San Salvador Island

Patricio Maldonado, Naturalist/Certified Photo Instructor

  • Daily Expedition Reports
  • 11 Nov 2021

San Salvador Island, 11/11/2021, National Geographic Islander

  • Aboard the National Geographic Islander
  • Galápagos

San Salvador Island deserves many hours of exploration, and vast words to expose its importance as a successful conservation program. Therefore, we ventured into different sites along its western coast, each one with its distinctive geology, plants, and animals.

 

Bottlenose dolphins greeted us first. A group of about a dozen approached the Zodiac heading towards Espumilla Bay, and of course, we forgot about the planned landing in order to play with them. One has to enjoy the very moment as it comes! The pod stayed for a few minutes, and then let us continue to our activities on land.

 

We hiked to a wonderful viewpoint to enjoy the shallow rays of the early morning sun brightening the northern volcanoes of Isabela Island and making the holy tree forest of Santiago glow in golden colors. The top predator of the Galapagos, the Galapagos hawk, landed on one of the tallest mangroves of the beach, while heads of green sea turtles popped up in the bay. In the meantime, kayakers were paddling along the cliffs of compacted ash.
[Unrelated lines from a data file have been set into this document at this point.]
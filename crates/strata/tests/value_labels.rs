//! Label marks (`draw: "label"`, issue 12 item 9): value labels sit just
//! outside a bar's end, or inside when there is no room; text inside a mark
//! takes the colour of best contrast with it (WCAG 2.x contrast ratio, at
//! least 4.5:1, the level for normal text); labels follow `arrange` and
//! `proportion` keeps its axis at 0..1; labels never overlap one another;
//! labels at line points keep off the line. Invented data written here.

use strata::color::contrast;
use strata::scene::{Node, Scene, SceneOptions};
use strata::text;
use strata::{render, RenderOptions};

fn at(width: f64) -> RenderOptions {
    RenderOptions { scene: SceneOptions { width } }
}

#[derive(Debug, Clone)]
struct Label {
    text: String,
    fill: String,
    /// Left, top, right, bottom of the text's line box.
    bbox: (f64, f64, f64, f64),
}

fn walk<'a>(n: &'a Node, f: &mut dyn FnMut(&'a Node)) {
    f(n);
    if let Node::Group { children, .. } | Node::Titled { children, .. } = n {
        children.iter().for_each(|c| walk(c, f));
    }
}

fn labels(s: &Scene) -> Vec<Label> {
    let mut out = Vec::new();
    s.children.iter().for_each(|c| {
        walk(c, &mut |n| {
            if let Node::Text { x, y, text: t, size, anchor, class, fill, .. } = n {
                if class.starts_with("strata-label") {
                    let w = text::width(t, *size, false);
                    let left = match anchor {
                        strata::scene::Anchor::Start => *x,
                        strata::scene::Anchor::Middle => x - w / 2.0,
                        strata::scene::Anchor::End => x - w,
                    };
                    // The glyphs: from the cap height above the baseline to a little below it.
                    let top = y - size * text::CAP;
                    out.push(Label { text: t.clone(), fill: fill.clone(), bbox: (left, top, left + w, y + size * 0.2) });
                }
            }
        })
    });
    out
}

/// Bars: (x, y, width, height, fill, datum y).
fn rects(s: &Scene) -> Vec<(f64, f64, f64, f64, String)> {
    let mut out = Vec::new();
    s.children.iter().for_each(|c| {
        walk(c, &mut |n| {
            if let Node::Rect { x, y, width, height, paint, datum: Some(_) } = n {
                out.push((*x, *y, *width, *height, paint.fill.clone().unwrap_or_default()));
            }
        })
    });
    out
}

fn overlap(a: (f64, f64, f64, f64), b: (f64, f64, f64, f64)) -> bool {
    a.0 < b.2 && b.0 < a.2 && a.1 < b.3 && b.1 < a.3
}

const STACKED: &str = r#"{ "data": { "rows": [
    {"site": "Ashby", "answer": "Yes", "n": 42}, {"site": "Ashby", "answer": "No", "n": 18},
    {"site": "Brill", "answer": "Yes", "n": 25}, {"site": "Brill", "answer": "No", "n": 35},
    {"site": "Corran", "answer": "Yes", "n": 30}, {"site": "Corran", "answer": "No", "n": 50} ] },
  "layers": [ { "draw": "bar", "x": "site", "y": "n", "color": "answer", "arrange": "ARR" },
              { "draw": "label", "x": "site", "y": "n", "color": "answer", "arrange": "ARR" } ] }"#;

#[test]
fn stacked_labels_sit_in_their_own_segment_with_contrast() {
    let r = render(&STACKED.replace("ARR", "stack"), None, &at(640.0)).unwrap();
    let ls = labels(&r.scene);
    let bars = rects(&r.scene);
    assert_eq!(ls.len(), 6, "{ls:?}");
    // Each label reads its own value, never the running total (Ashby's "No" is 18, not 60).
    let mut texts: Vec<&str> = ls.iter().map(|l| l.text.as_str()).collect();
    texts.sort();
    assert_eq!(texts, ["18", "25", "30", "35", "42", "50"]);
    let mut px_per_unit = Vec::new();
    for l in &ls {
        // Inside exactly one segment, which it contrasts with at 4.5:1 or more
        // (WCAG 2.1 success criterion 1.4.3, contrast minimum).
        let home: Vec<_> = bars.iter().filter(|b| l.bbox.1 >= b.1 - 0.5 && l.bbox.3 <= b.1 + b.3 + 0.5 && l.bbox.0 >= b.0 && l.bbox.2 <= b.0 + b.2).collect();
        assert_eq!(home.len(), 1, "{l:?} in {bars:?}");
        // ... and it is the label's own segment: every segment's height is
        // its label's value at one scale (a label placed from the running
        // total sat in the segment below it and passed the check above).
        px_per_unit.push(home[0].3 / l.text.parse::<f64>().unwrap());
        let c = contrast(&l.fill, &home[0].4).unwrap();
        assert!(c >= 4.5, "{} on {}: {c}", l.fill, home[0].4);
    }
    let (lo, hi) = px_per_unit.iter().fold((f64::INFINITY, 0.0f64), |(a, b), v| (a.min(*v), b.max(*v)));
    assert!(hi / lo < 1.01, "segments are not their labels' values: {px_per_unit:?}");
}

#[test]
fn proportion_labels_keep_the_axis_at_one() {
    let spec = STACKED.replace("ARR", "proportion");
    let s = strata::parse_spec(&spec).unwrap();
    let table = strata::load_table(&s, None).unwrap();
    let plan = strata::plan::build(&s, &table).unwrap();
    let (lo, hi) = plan.scales.y.domain().unwrap();
    // Before: the labels' raw counts (up to 50) stretched the 0..1 axis.
    assert!(lo >= 0.0 && hi <= 1.0 + 1e-9, "y domain {lo}..{hi}");
    let r = render(&spec, None, &at(640.0)).unwrap();
    let mut texts: Vec<String> = labels(&r.scene).into_iter().map(|l| l.text).collect();
    texts.sort();
    assert_eq!(texts, ["18", "25", "30", "35", "42", "50"]);
}

#[test]
fn bar_labels_sit_outside_the_end_or_inside_when_there_is_no_room() {
    // The tallest bar reaches the top of the frame (domain fixed at its value).
    let spec = r##"{ "data": { "rows": [ {"k": "A", "v": 12}, {"k": "B", "v": 40}, {"k": "C", "v": -9} ] },
        "layers": [ { "draw": "bar", "x": "k", "y": "v", "style": { "color": "#e38b3a" } }, { "draw": "label", "x": "k", "y": "v" } ],
        "scales": { "y": { "domain": [-20, 40], "nice": false } } }"##;
    let r = render(spec, None, &at(640.0)).unwrap();
    let ls = labels(&r.scene);
    let bars = rects(&r.scene);
    let find = |t: &str| ls.iter().find(|l| l.text == t).unwrap_or_else(|| panic!("{t} missing: {ls:?}"));
    let bar_of = |i: usize| &bars[i];
    // A (12): just above its bar's top, on the background.
    let (a, ab) = (find("12"), bar_of(0));
    assert!(a.bbox.3 <= ab.1 && ab.1 - a.bbox.3 < 8.0, "{a:?} over {ab:?}");
    // Orange on white falls short of 4.5:1, so it is written in the theme's
    // text colour, with the class the theme sheet restyles in dark mode.
    assert_eq!(a.fill, "#1d232b");
    assert_eq!(r.svg.matches("strata-label strata-label-text").count(), 2, "the two outside labels follow the theme");
    // B (40): no room above the frame: inside, in a colour that reads on orange.
    let (b, bb) = (find("40"), bar_of(1));
    assert!(b.bbox.1 >= bb.1 && b.bbox.3 <= bb.1 + bb.3, "{b:?} in {bb:?}");
    assert!(contrast(&b.fill, "#e38b3a").unwrap() >= 4.5, "{} on orange", b.fill);
    // C (-9): the bar runs down, so its outside is below.
    let cb = bar_of(2);
    let c = ls.iter().find(|l| l.text != "12" && l.text != "40").unwrap();
    assert!(c.bbox.1 >= cb.1 + cb.3 && c.bbox.1 - (cb.1 + cb.3) < 8.0, "{c:?} below {cb:?}");
}

#[test]
fn labels_never_overlap() {
    // Forty points crowded on a narrow chart, each labelled.
    let rows: Vec<String> = (0..40).map(|i| format!(r#"{{"t": {i}, "v": {}}}"#, 50 + i % 2)).collect();
    let spec = format!(
        r#"{{ "data": {{ "rows": [{}] }}, "layers": [ {{ "draw": "point", "x": "t", "y": "v" }}, {{ "draw": "label", "x": "t", "y": "v" }} ],
            "scales": {{ "y": {{ "domain": [0, 100] }} }} }}"#,
        rows.join(", ")
    );
    let r = render(&spec, None, &at(375.0)).unwrap();
    let ls = labels(&r.scene);
    // Centred over their points, forty labels 8 px apart would pile up;
    // some stand aside and the rest are left out.
    assert!(ls.len() >= 10, "{}", ls.len());
    for (i, a) in ls.iter().enumerate() {
        for b in &ls[i + 1..] {
            assert!(!overlap(a.bbox, b.bbox), "{a:?} overlaps {b:?}");
        }
    }
}

#[test]
fn labels_at_line_points_keep_off_the_line() {
    let spec = r#"{ "data": { "rows": [ {"m": 1, "v": 10}, {"m": 2, "v": 30}, {"m": 3, "v": 12}, {"m": 4, "v": 28}, {"m": 5, "v": 35} ] },
        "layers": [ { "draw": "line", "x": "m", "y": "v" }, { "draw": "label", "x": "m", "y": "v" } ] }"#;
    let r = render(spec, None, &at(640.0)).unwrap();
    let ls = labels(&r.scene);
    assert_eq!(ls.len(), 5);
    let mut segs = Vec::new();
    r.scene.children.iter().for_each(|c| {
        walk(c, &mut |n| {
            if let Node::Path { d, datum: Some(_), .. } = n {
                let pts: Vec<(f64, f64)> = d
                    .iter()
                    .filter_map(|s| match *s {
                        strata::scene::Seg::Move(x, y) | strata::scene::Seg::Line(x, y) => Some((x, y)),
                        _ => None,
                    })
                    .collect();
                segs.extend(pts.windows(2).map(|w| (w[0], w[1])));
            }
        })
    });
    assert_eq!(segs.len(), 4);
    // A segment crosses a box when any of many points along it is inside.
    for l in &ls {
        for (p, q) in &segs {
            let hit = (0..=200).any(|k| {
                let t = k as f64 / 200.0;
                let (x, y) = (p.0 + (q.0 - p.0) * t, p.1 + (q.1 - p.1) * t);
                x > l.bbox.0 && x < l.bbox.2 && y > l.bbox.1 && y < l.bbox.3
            });
            assert!(!hit, "{l:?} covers the line {p:?}-{q:?}");
        }
    }
}

#[test]
fn labels_on_bars_running_across_sit_past_the_bar_end() {
    // Bars that run across the page (transposed coordinates, as when the
    // categories are on y): a label sits right of its bar's end, or inside
    // when the end reaches the frame.
    let spec = r##"{ "data": { "rows": [ {"k": "A", "v": 12}, {"k": "B", "v": 40} ] },
        "layers": [ { "draw": "bar", "x": "k", "y": "v", "style": { "color": "#e38b3a" } }, { "draw": "label", "x": "k", "y": "v" } ],
        "scales": { "y": { "domain": [0, 40], "nice": false } } }"##;
    let s = strata::parse_spec(spec).unwrap();
    let table = strata::load_table(&s, None).unwrap();
    let mut plan = strata::plan::build(&s, &table).unwrap();
    plan.chart.transposed = true;
    let scene = strata::scene::build(&plan, &SceneOptions::default());
    let ls = labels(&scene);
    let bars = rects(&scene);
    assert_eq!((ls.len(), bars.len()), (2, 2), "{ls:?} {bars:?}");
    let find = |t: &str| ls.iter().find(|l| l.text == t).unwrap();
    let (a, ab) = (find("12"), &bars[0]);
    assert!(a.bbox.0 >= ab.0 + ab.2 && a.bbox.0 - (ab.0 + ab.2) < 8.0, "{a:?} past {ab:?}");
    assert!(a.bbox.1 >= ab.1 && a.bbox.3 <= ab.1 + ab.3, "{a:?} level with {ab:?}");
    let (b, bb) = (find("40"), &bars[1]);
    assert!(b.bbox.2 <= bb.0 + bb.2 && b.bbox.0 >= bb.0, "{b:?} inside {bb:?}");
    assert!(contrast(&b.fill, "#e38b3a").unwrap() >= 4.5);
}

/// Point labels that had to move to the far ring (24 px out) are joined to
/// their point by a leader; near ones are not. Forty crowded points labelled
/// with names (before: far labels floated with nothing to say whose they were,
/// seen on 51 labelled states in a user trial).
#[test]
fn far_point_labels_get_a_leader_to_their_point() {
    // Thirty sites in a cluster a tenth of the plot wide, two far away to set the scales.
    let mut rows: Vec<String> =
        (0..30).map(|i| format!(r#"{{"x": {}, "y": {}, "name": "Site {i}"}}"#, 40.0 + ((i * 7) % 9) as f64, 40.0 + ((i * 11) % 7) as f64 * 1.5)).collect();
    rows.push(r#"{"x": 0, "y": 0, "name": "Low"}"#.into());
    rows.push(r#"{"x": 100, "y": 100, "name": "High"}"#.into());
    let spec = format!(
        r#"{{ "data": {{ "rows": [{}] }}, "layers": [ {{ "draw": "point", "x": "x", "y": "y" }}, {{ "draw": "label", "x": "x", "y": "y", "text": "name" }} ] }}"#,
        rows.join(",")
    );
    let r = render(&spec, None, &at(480.0)).unwrap();
    let mut dots = Vec::new();
    let mut leaders = Vec::new();
    r.scene.children.iter().for_each(|c| {
        walk(c, &mut |n| match n {
            Node::Circle { cx, cy, .. } => dots.push((*cx, *cy)),
            Node::Line { x1, y1, x2, y2, .. } => leaders.push(((*x1, *y1), (*x2, *y2))),
            _ => {}
        })
    });
    let ls = labels(&r.scene);
    assert!(ls.len() > 10, "{}", ls.len());
    // Distance from a point to a box (0 inside).
    let gap = |p: (f64, f64), b: (f64, f64, f64, f64)| ((b.0 - p.0).max(p.0 - b.2).max(0.0)).hypot((b.1 - p.1).max(p.1 - b.3).max(0.0));
    let mut far = 0;
    for l in &ls {
        let nearest = dots.iter().map(|d| gap(*d, l.bbox)).fold(f64::INFINITY, f64::min);
        // A label of the near rings has a dot within 12 px + gap; farther
        // ones must have a leader starting at their box and ending by a dot.
        if nearest > 20.0 {
            far += 1;
            let led = leaders.iter().any(|(a, b)| gap(*a, l.bbox) < 2.5 && dots.iter().any(|d| (d.0 - b.0).hypot(d.1 - b.1) < 4.0));
            assert!(led, "{} sits {nearest:.1} px from every dot with no leader", l.text);
        }
    }
    assert!(far > 0, "the case should push some labels to the far ring");
}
It did not matter the option, we all got our private moment to commune with nature.

 

We repositioned the ship after breakfast, to Buccaneer’s Cove. We offered Zodiac rides and more kayaking. This area was once an anchorage site for buccaneers in the late sixteen hundreds and early seventeen hundreds, and one can still witness their impact on the island. They introduced goats and pigs, and their numbers increased to the thousands. Iguanas ended up disappearing from San Salvador, and there were less than 1,000 giant tortoises by 1997. However, today the island is free of both goats and pigs, and more than 2,000 land iguanas have been repatriated back to the island. Meanwhile, giant tortoises thrive without having to compete with any introduced herbivores. This is thanks to the Galapagos National Park, Charles Darwin Research Station, and Island Conservation (Grantees of Lindblad-National Geographic). Lindblad Expeditions adopted the island in 1997, and it is very close to our hearts.

 

We snorkeled at Buccaneer’s Cove to encounter white-tipped reef sharks among colorful fish. The afternoon found us at Puerto Egas, for an amazing hike at low tide. There were abundant tidal pools to explore, the lava flows had sunbathing marine iguanas and sea lions enjoying the last rays of light. San Salvador Island was at its best today.